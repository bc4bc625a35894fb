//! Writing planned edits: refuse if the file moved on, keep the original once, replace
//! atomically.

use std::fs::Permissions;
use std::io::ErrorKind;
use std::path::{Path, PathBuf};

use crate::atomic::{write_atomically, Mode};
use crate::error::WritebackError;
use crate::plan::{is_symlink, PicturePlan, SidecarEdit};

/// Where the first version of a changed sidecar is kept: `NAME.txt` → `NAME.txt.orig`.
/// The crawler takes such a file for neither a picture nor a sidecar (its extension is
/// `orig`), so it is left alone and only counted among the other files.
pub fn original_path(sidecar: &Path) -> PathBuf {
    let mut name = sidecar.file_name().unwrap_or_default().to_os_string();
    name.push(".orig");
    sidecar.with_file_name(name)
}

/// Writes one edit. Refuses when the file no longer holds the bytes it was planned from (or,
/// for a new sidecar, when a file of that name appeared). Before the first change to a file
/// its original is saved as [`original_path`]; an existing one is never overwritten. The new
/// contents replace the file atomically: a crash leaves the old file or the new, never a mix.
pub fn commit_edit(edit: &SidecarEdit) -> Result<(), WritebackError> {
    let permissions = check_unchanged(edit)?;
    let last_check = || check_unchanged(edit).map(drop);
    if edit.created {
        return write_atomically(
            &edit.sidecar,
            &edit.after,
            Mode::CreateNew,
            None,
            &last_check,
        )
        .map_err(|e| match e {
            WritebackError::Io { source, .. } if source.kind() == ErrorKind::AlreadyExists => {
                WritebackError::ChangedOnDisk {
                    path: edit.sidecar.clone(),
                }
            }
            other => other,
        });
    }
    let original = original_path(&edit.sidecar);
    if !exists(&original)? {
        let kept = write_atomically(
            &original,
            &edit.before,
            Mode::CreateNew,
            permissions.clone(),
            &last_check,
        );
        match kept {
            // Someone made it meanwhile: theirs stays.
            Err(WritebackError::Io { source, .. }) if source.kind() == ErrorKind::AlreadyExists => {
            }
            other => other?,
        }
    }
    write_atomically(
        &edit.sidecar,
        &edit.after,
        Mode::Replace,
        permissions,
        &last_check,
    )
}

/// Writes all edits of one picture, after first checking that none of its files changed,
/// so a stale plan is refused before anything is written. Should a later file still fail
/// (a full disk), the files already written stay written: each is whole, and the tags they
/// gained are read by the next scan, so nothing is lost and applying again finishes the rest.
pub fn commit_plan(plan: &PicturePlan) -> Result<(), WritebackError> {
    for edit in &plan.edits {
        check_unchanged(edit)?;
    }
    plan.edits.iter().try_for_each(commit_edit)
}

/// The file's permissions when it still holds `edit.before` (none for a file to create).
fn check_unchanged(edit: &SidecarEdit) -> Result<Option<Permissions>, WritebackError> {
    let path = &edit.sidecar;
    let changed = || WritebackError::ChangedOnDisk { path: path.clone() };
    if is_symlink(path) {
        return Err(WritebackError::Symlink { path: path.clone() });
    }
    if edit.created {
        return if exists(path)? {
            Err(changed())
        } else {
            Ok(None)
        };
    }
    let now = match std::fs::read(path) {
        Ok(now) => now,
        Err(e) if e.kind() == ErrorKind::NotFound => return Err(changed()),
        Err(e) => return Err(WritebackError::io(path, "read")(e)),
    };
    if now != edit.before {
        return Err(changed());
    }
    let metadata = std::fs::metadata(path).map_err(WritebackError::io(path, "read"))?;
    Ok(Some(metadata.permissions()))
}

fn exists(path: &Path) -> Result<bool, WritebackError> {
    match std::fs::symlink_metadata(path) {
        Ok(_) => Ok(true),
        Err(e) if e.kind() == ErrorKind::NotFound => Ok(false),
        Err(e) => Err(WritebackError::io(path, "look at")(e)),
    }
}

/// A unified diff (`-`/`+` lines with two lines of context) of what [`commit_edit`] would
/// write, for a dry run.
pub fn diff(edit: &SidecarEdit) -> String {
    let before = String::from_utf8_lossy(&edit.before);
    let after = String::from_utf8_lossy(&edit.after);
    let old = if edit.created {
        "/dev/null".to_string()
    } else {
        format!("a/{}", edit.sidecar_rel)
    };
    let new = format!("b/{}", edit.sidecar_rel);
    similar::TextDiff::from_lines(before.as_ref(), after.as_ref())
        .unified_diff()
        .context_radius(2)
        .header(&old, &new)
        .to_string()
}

...

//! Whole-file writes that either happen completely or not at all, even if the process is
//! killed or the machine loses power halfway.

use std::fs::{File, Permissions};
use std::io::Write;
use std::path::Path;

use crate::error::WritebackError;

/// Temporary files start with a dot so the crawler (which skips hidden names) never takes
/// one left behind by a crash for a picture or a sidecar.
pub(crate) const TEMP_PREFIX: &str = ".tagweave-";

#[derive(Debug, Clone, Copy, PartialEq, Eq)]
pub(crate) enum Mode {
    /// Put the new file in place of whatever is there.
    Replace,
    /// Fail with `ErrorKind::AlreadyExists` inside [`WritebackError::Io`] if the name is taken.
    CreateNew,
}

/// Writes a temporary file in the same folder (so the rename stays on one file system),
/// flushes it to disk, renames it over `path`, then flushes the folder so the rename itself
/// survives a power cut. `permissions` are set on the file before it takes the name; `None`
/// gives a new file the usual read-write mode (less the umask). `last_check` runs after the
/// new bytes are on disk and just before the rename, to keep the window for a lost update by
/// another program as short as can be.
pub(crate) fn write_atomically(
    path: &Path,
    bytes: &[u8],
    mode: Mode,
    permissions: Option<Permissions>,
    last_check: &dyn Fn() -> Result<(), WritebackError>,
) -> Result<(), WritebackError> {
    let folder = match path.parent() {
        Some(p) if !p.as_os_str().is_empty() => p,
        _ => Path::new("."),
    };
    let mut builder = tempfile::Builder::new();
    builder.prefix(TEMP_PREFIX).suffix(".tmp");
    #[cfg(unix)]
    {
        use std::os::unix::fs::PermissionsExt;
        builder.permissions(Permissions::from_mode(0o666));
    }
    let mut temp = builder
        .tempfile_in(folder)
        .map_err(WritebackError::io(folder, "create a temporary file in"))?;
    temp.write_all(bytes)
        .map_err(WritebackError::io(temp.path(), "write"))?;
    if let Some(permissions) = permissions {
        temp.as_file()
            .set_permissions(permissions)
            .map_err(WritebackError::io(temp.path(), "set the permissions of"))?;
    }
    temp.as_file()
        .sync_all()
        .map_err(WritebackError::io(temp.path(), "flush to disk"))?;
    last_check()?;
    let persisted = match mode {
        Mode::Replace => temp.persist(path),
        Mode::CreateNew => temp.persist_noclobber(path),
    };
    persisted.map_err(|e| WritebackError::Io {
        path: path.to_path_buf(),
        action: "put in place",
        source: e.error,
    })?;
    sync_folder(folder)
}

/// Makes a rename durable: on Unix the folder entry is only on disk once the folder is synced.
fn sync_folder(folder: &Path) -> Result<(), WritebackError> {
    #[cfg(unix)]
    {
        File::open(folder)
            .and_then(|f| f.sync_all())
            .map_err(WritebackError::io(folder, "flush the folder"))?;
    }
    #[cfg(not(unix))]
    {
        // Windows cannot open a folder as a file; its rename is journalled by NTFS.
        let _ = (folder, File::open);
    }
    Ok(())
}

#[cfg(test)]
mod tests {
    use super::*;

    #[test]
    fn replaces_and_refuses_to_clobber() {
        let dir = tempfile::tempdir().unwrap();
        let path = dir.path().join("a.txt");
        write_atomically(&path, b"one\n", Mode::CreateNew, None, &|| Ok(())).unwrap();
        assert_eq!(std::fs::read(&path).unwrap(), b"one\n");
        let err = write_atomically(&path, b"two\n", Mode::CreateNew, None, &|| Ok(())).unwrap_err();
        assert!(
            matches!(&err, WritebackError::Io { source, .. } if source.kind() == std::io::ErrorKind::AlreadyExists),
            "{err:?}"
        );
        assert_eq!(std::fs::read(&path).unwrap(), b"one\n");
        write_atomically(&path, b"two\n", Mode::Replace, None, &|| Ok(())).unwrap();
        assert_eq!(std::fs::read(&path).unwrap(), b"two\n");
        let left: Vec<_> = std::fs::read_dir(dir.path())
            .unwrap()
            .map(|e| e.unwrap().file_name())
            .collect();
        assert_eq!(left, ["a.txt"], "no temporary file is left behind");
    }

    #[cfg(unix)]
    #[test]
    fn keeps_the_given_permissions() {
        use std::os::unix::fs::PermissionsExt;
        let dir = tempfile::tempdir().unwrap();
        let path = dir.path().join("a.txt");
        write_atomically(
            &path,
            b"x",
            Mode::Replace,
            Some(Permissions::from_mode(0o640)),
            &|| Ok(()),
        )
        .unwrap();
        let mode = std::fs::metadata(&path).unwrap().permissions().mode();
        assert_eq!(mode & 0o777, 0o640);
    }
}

* * *

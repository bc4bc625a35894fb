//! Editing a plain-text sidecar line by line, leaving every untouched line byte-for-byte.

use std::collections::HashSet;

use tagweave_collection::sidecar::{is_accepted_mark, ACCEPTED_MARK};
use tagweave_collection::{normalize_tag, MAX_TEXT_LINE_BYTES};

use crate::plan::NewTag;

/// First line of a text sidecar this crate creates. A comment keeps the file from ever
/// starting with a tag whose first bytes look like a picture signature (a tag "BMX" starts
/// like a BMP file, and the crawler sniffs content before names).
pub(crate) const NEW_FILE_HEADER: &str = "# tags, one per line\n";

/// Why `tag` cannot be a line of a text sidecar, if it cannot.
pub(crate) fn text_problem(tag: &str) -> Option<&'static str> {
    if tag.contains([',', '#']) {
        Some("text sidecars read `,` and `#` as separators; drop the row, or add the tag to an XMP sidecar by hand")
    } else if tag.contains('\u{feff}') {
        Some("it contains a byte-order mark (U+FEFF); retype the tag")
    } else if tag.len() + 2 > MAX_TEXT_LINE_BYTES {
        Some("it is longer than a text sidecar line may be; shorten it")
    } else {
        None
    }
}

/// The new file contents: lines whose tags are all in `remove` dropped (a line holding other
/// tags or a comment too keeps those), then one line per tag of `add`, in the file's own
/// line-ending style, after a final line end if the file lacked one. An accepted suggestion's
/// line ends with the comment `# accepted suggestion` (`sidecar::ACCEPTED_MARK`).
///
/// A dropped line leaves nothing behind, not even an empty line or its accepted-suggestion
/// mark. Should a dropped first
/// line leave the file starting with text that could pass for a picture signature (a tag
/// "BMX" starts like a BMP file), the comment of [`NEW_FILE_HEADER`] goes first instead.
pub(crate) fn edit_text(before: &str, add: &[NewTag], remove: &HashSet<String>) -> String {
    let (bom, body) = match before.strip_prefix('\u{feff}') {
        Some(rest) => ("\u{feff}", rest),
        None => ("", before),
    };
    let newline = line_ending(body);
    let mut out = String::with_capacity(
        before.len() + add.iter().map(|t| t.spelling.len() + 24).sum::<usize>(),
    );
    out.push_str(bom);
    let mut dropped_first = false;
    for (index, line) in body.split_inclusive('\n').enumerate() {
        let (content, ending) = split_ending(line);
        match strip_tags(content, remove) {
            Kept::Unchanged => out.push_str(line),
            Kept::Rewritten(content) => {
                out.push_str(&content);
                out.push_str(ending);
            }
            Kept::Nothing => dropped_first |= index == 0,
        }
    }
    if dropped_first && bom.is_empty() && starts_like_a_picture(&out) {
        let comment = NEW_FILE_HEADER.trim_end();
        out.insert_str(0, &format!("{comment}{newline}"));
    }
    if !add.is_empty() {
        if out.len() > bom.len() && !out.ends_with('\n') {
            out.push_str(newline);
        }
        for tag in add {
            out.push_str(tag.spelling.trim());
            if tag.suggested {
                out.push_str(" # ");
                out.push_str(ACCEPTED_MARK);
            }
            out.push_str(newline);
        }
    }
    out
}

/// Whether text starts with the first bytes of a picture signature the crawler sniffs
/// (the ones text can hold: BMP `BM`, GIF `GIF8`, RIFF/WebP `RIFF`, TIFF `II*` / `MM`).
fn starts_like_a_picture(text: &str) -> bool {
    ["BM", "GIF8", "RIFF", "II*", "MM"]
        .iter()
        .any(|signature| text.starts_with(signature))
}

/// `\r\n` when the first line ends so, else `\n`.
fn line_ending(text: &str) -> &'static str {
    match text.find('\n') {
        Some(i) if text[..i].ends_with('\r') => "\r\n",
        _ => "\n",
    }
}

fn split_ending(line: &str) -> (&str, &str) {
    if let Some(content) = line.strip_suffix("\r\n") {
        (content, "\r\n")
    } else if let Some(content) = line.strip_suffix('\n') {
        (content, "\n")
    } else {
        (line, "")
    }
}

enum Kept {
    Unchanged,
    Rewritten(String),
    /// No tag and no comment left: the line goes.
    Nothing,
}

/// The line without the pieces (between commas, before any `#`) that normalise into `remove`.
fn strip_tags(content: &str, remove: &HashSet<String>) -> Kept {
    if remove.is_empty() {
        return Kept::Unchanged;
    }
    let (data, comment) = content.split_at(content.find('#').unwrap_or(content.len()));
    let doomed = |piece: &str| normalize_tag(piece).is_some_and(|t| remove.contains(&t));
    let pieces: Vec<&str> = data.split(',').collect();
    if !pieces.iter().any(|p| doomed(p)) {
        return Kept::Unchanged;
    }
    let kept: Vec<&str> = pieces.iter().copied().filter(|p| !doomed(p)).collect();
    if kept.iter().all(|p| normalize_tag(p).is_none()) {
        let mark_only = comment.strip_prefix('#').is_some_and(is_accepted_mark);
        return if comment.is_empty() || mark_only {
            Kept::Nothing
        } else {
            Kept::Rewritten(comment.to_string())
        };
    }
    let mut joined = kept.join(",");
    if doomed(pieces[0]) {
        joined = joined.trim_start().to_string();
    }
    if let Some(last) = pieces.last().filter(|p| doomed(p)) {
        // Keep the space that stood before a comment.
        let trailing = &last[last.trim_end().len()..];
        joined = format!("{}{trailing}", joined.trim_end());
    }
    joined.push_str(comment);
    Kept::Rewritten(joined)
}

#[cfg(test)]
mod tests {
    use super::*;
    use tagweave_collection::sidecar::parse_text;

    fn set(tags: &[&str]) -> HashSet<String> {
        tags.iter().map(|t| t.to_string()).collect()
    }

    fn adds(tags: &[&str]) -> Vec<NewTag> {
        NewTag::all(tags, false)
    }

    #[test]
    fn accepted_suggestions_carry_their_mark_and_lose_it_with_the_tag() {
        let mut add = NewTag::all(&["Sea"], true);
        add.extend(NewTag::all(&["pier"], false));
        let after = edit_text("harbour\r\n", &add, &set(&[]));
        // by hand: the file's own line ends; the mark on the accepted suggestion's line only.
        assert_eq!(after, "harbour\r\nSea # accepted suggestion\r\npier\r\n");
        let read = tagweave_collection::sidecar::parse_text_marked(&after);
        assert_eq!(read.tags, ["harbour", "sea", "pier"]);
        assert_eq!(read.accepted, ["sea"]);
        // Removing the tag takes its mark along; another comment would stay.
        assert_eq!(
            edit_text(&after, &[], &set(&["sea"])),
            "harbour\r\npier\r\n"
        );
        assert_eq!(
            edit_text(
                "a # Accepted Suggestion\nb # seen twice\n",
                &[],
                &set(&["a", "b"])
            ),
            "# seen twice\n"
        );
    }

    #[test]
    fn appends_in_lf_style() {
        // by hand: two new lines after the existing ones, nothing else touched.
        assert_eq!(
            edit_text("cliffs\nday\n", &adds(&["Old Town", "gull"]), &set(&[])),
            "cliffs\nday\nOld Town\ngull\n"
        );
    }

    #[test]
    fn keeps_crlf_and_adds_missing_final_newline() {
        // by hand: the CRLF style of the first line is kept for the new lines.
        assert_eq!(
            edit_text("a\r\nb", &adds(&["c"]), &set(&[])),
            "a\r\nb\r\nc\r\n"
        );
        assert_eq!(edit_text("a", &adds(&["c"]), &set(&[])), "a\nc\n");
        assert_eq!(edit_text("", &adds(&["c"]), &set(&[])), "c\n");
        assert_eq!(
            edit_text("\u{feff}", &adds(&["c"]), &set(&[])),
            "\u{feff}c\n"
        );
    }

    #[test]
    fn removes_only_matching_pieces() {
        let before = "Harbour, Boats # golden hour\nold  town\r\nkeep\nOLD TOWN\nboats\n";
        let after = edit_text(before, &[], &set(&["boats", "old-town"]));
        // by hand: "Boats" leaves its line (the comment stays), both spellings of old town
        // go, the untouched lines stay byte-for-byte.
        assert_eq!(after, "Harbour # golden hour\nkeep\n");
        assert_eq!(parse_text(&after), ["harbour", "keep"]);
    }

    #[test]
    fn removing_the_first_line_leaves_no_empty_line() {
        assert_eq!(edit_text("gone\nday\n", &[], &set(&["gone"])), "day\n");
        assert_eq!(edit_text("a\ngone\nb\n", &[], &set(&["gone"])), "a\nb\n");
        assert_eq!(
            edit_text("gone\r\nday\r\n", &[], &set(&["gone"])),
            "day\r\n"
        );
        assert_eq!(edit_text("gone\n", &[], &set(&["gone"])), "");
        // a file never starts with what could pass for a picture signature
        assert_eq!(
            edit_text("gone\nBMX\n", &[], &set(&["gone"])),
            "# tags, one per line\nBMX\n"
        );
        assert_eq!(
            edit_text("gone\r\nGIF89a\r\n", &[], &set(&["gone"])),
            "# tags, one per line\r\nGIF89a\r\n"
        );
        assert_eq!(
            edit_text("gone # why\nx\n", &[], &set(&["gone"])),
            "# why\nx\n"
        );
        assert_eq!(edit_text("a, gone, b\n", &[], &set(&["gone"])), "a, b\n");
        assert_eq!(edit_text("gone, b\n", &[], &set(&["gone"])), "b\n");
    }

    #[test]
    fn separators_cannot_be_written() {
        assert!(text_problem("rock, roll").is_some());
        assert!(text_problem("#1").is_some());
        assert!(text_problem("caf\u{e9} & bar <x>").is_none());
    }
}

* Task goal *
Where a line in the material above holds "false", copy that line.

* Expected output *
        Err(e) if e.kind() == ErrorKind::NotFound => Ok(false),
    let mut dropped_first = false;
        NewTag::all(tags, false)
        add.extend(NewTag::all(&["pier"], false));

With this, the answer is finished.